Saved data entries
=== Section Start ===

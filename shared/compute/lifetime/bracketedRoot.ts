import { ComputeError } from '@/shared/compute/errors'

const MOST_STEPS = 400

/**
 * Root of a continuous function between two points where it has opposite signs, by halving: slow and never astray.
 *
 * @param rootOf function, may be infinite with a sign, never NaN
 * @param low one end of the bracket
 * @param high the other end
 * @returns x where rootOf changes its sign, to the last digits of x
 * @throws {ComputeError} `not-converged` when the ends do not enclose a root or the function is not a number
 * @remarks about 60 evaluations
 * @see Press, W. H. et al. (2007). Numerical Recipes, 3rd ed., §9.1.
 * @example
 * bracketedRoot((x) => x * x - 2, 0, 2) // => 1.4142135623730951
 */
export function bracketedRoot(rootOf: (x: number) => number, low: number, high: number): number {
  let [left, right] = [low, high]
  const [signAtLow, signAtHigh] = [Math.sign(rootOf(low)), Math.sign(rootOf(high))]
  if (signAtLow === 0) return low
  if (signAtHigh === 0) return high
  if (!(signAtLow * signAtHigh === -1)) throw new ComputeError('not-converged', { low, high, signAtLow, signAtHigh })
  for (let step = 0; step < MOST_STEPS; step++) {
    const middle = left + (right - left) / 2
    if (middle === left || middle === right) break
    const sign = Math.sign(rootOf(middle))
    if (Number.isNaN(sign)) throw new ComputeError('not-converged', { low, high, at: middle })
    if (sign === 0) return middle
    if (sign === signAtHigh) right = middle
    else left = middle
  }
  return left + (right - left) / 2
}
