import type {
  AreaBasis,
  Component,
  Material,
  PeriodIdOrUnknown,
  Provenance,
  Structure,
  StructureOrUnknown,
  Use,
  UseOrUnknown,
} from './vocabulary'

/** Kind of building a factor is looked up for. */
export interface ArchetypeKey {
  readonly use: UseOrUnknown
  readonly structure: StructureOrUnknown
  readonly periodId: PeriodIdOrUnknown
}

/** Attributes of an archetype by which factors differ. */
export type ArchetypeAttribute = 'use' | 'structure' | 'period'

/** One figure of a factor book: kilograms of a material per unit of area of a kind of building. */
export interface IntensityFigure {
  readonly rowId: string
  /** Rows taken from one published figure share its error fully. */
  readonly figureId: string
  readonly use: Use | 'all'
  readonly structure: Structure | 'all'
  /** Id of a construction period, or `all`. */
  readonly period: string
  readonly material: Material
  /** `whole`: the whole building, not split by component. */
  readonly component: Component | 'whole'
  readonly areaBasis: AreaBasis
  /** Both null: not reported, which is not zero. */
  readonly meanKgPerM2: number | null
  readonly medianKgPerM2: number | null
  /** True: present, too little to weigh. */
  readonly isTrace?: boolean
  readonly gsdBetweenBuildings: number | null
  /** Coefficient of variation of the mean, shared by all buildings that use it. */
  readonly sharedCv: number
  readonly sampleCount: number | null
  readonly source: string
  readonly provenance: Provenance
}

/** The figure of one component. */
export interface IntensityPart {
  readonly component: Component | 'whole'
  readonly meanKgPerM2: number
  readonly sharedCv: number
  /** Spread of single buildings around the mean; null where the source does not say. */
  readonly betweenBuildingsCv: number | null
  readonly rowIds: readonly string[]
  readonly figureIds: readonly string[]
  readonly provenances: readonly Provenance[]
}

/** What a factor book says of one material in one kind of building. Missing, trace and zero are three answers. */
export type Intensity =
  | {
      readonly kind: 'known'
      readonly parts: readonly IntensityPart[]
      readonly meanKgPerM2: number
      readonly sharedCv: number
      readonly areaBasis: AreaBasis
      /** False: only a whole-building figure, so nothing can be renewed on its own. */
      readonly isSplit: boolean
      /** Attributes the figure does not distinguish although it would matter; each widens the error. */
      readonly pooledOver: readonly ArchetypeAttribute[]
    }
  | { readonly kind: 'trace' }
  | { readonly kind: 'missing'; readonly reason: 'no-row' | 'not-reported' }
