import { ComputeError } from '@/shared/compute/errors'

/**
 * Error of a mean factor from the spread of single buildings: the spread of the mean shrinks to GSD^(1/√n), the step
 * to another region or period does not,
 *
 *     σ² = (ln GSD)²/n + ln(1 + CV_t²),   CV = √(e^{σ²} − 1)
 *
 * @param gsdBetweenBuildings geometric standard deviation between buildings [–], ≥ 1
 * @param sampleCount independent buildings behind it n [–], ≥ 1
 * @param transferCv coefficient of variation of the step to this district CV_t [–], ≥ 0
 * @returns coefficient of variation of the mean [–], shared by all buildings that use the factor, ≥ CV_t
 * @throws {ComputeError} `parameter-out-of-range`
 * @see lognormal moments: Crow, E. L., Shimizu, K. (1988). Lognormal distributions, chapter 1.
 * @example
 * meanFactorCv(1.802, 245, 0) // => 0.037636577368704
 * meanFactorCv(1.802, 245, 0.22) // => 0.2233496611475
 */
export function meanFactorCv(gsdBetweenBuildings: number, sampleCount: number, transferCv: number): number {
  if (!(gsdBetweenBuildings >= 1 && sampleCount >= 1 && transferCv >= 0)) {
    throw new ComputeError('parameter-out-of-range', { gsdBetweenBuildings, sampleCount, transferCv })
  }
  const logVariance = Math.log(gsdBetweenBuildings) ** 2 / sampleCount + Math.log1p(transferCv ** 2)
  return Math.sqrt(Math.expm1(logVariance))
}
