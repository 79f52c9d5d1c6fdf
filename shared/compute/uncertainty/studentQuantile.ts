import betaincinv from '@stdlib/math-base-special-betaincinv'
import { ComputeError } from '@/shared/compute/errors'
import { requireProbability } from './requireProbability'

/** From this tail on the complement ν/(ν + t²) is so near to 1 that the small part t²/(ν + t²) is sought instead. */
const MIDDLE = 0.1

/**
 * Quantile of Student's t distribution, by the inverse of the regularised incomplete beta function,
 *
 *     P(|T| > t) = I_x(ν/2, ½),   x = ν/(ν + t²).
 *
 * @param probability p [–], in (0, 1)
 * @param degreesOfFreedom ν [–], > 0
 * @throws {ComputeError} `share-out-of-range`, `parameter-not-positive`
 * @remarks relative error below 2e-10 for 1e-20 ≤ p ≤ 0.5, 0.5 ≤ ν ≤ 1e7, below 1e-12 up to ν = 1e4, against SciPy 1.17
 * @see Abramowitz & Stegun (1964), eq. 26.5.27 and 26.7.1.
 * @example
 * studentQuantile(0.975, 10) // => 2.2281388519649385
 * studentQuantile(0.75, 1) // => 1
 */
export function studentQuantile(probability: number, degreesOfFreedom: number): number {
  requireProbability(probability)
  if (!(degreesOfFreedom > 0)) throw new ComputeError('parameter-not-positive', { degreesOfFreedom })
  const tail = Math.min(probability, 1 - probability)
  if (tail === 0.5) return 0
  const sign = Math.sign(probability - 0.5)
  if (tail > MIDDLE) {
    const small = betaincinv(1 - 2 * tail, 0.5, degreesOfFreedom / 2)
    return sign * Math.sqrt((degreesOfFreedom * small) / (1 - small))
  }
  const x = betaincinv(2 * tail, degreesOfFreedom / 2, 0.5)
  return sign * Math.sqrt(degreesOfFreedom * (1 / x - 1))
}
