import { dilogarithmOfMinusExp } from './dilogarithmOfMinusExp'
import { softplus } from './softplus'

/** From here on nothing is cut off that a double could hold. */
const NOTHING_CUT = 40

/**
 * Mean and sd of a logistic law cut off at 0, in units of its scale,
 *
 *     mean = ln(1 + e^z)(1 + e^(−z)),   E T² = −2 Li₂(−e^z)(1 + e^(−z)).
 *
 * @param z location/scale of the whole law [–]
 * @returns mean and sd [–]; sd/mean tends to 1 for z → −∞
 * @see Johnson, N. L., Kotz, S. & Balakrishnan, N. (1995). Continuous Univariate Distributions, vol. 2, ch. 23.
 * @example
 * truncatedLogisticShape(0).mean // => 1.3862943611198906
 */
export function truncatedLogisticShape(z: number): { readonly mean: number; readonly sd: number } {
  if (z > NOTHING_CUT) return { mean: z, sd: Math.PI / Math.sqrt(3) }
  const start = Math.exp(softplus(-z))
  const mean = softplus(z) * start
  return { mean, sd: Math.sqrt(2 * dilogarithmOfMinusExp(z) * start - mean * mean) }
}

=== Section End ===

## WORK TASK
Please restate, word for word, the lines of the entries that run from the first line through the one holding "factors differ. */", and add nothing.

## RESPONSE TO THIS EXERCISE
filename shared/compute/lifetime/bracketedRoot.ts
import { ComputeError } from '@/shared/compute/errors'

const MOST_STEPS = 400

/**
 * Root of a continuous function between two points where it has opposite signs, by halving: slow and never astray.
 *
 * @param rootOf function, may be infinite with a sign, never NaN
 * @param low one end of the bracket
 * @param high the other end
 * @returns x where rootOf changes its sign, to the last digits of x
 * @throws {ComputeError} `not-converged` when the ends do not enclose a root or the function is not a number
 * @remarks about 60 evaluations
 * @see Press, W. H. et al. (2007). Numerical Recipes, 3rd ed., §9.1.
 * @example
 * bracketedRoot((x) => x * x - 2, 0, 2) // => 1.4142135623730951
 */
export function bracketedRoot(rootOf: (x: number) => number, low: number, high: number): number {
  let [left, right] = [low, high]
  const [signAtLow, signAtHigh] = [Math.sign(rootOf(low)), Math.sign(rootOf(high))]
  if (signAtLow === 0) return low
  if (signAtHigh === 0) return high
  if (!(signAtLow * signAtHigh === -1)) throw new ComputeError('not-converged', { low, high, signAtLow, signAtHigh })
  for (let step = 0; step < MOST_STEPS; step++) {
    const middle = left + (right - left) / 2
    if (middle === left || middle === right) break
    const sign = Math.sign(rootOf(middle))
    if (Number.isNaN(sign)) throw new ComputeError('not-converged', { low, high, at: middle })
    if (sign === 0) return middle
    if (sign === signAtHigh) right = middle
    else left = middle
  }
  return left + (right - left) / 2
}
import type {
  AreaBasis,
  Component,
  Material,
  PeriodIdOrUnknown,
  Provenance,
  Structure,
  StructureOrUnknown,
  Use,
  UseOrUnknown,
} from './vocabulary'

/** Kind of building a factor is looked up for. */
export interface ArchetypeKey {
  readonly use: UseOrUnknown
  readonly structure: StructureOrUnknown
  readonly periodId: PeriodIdOrUnknown
}

/** Attributes of an archetype by which factors differ. */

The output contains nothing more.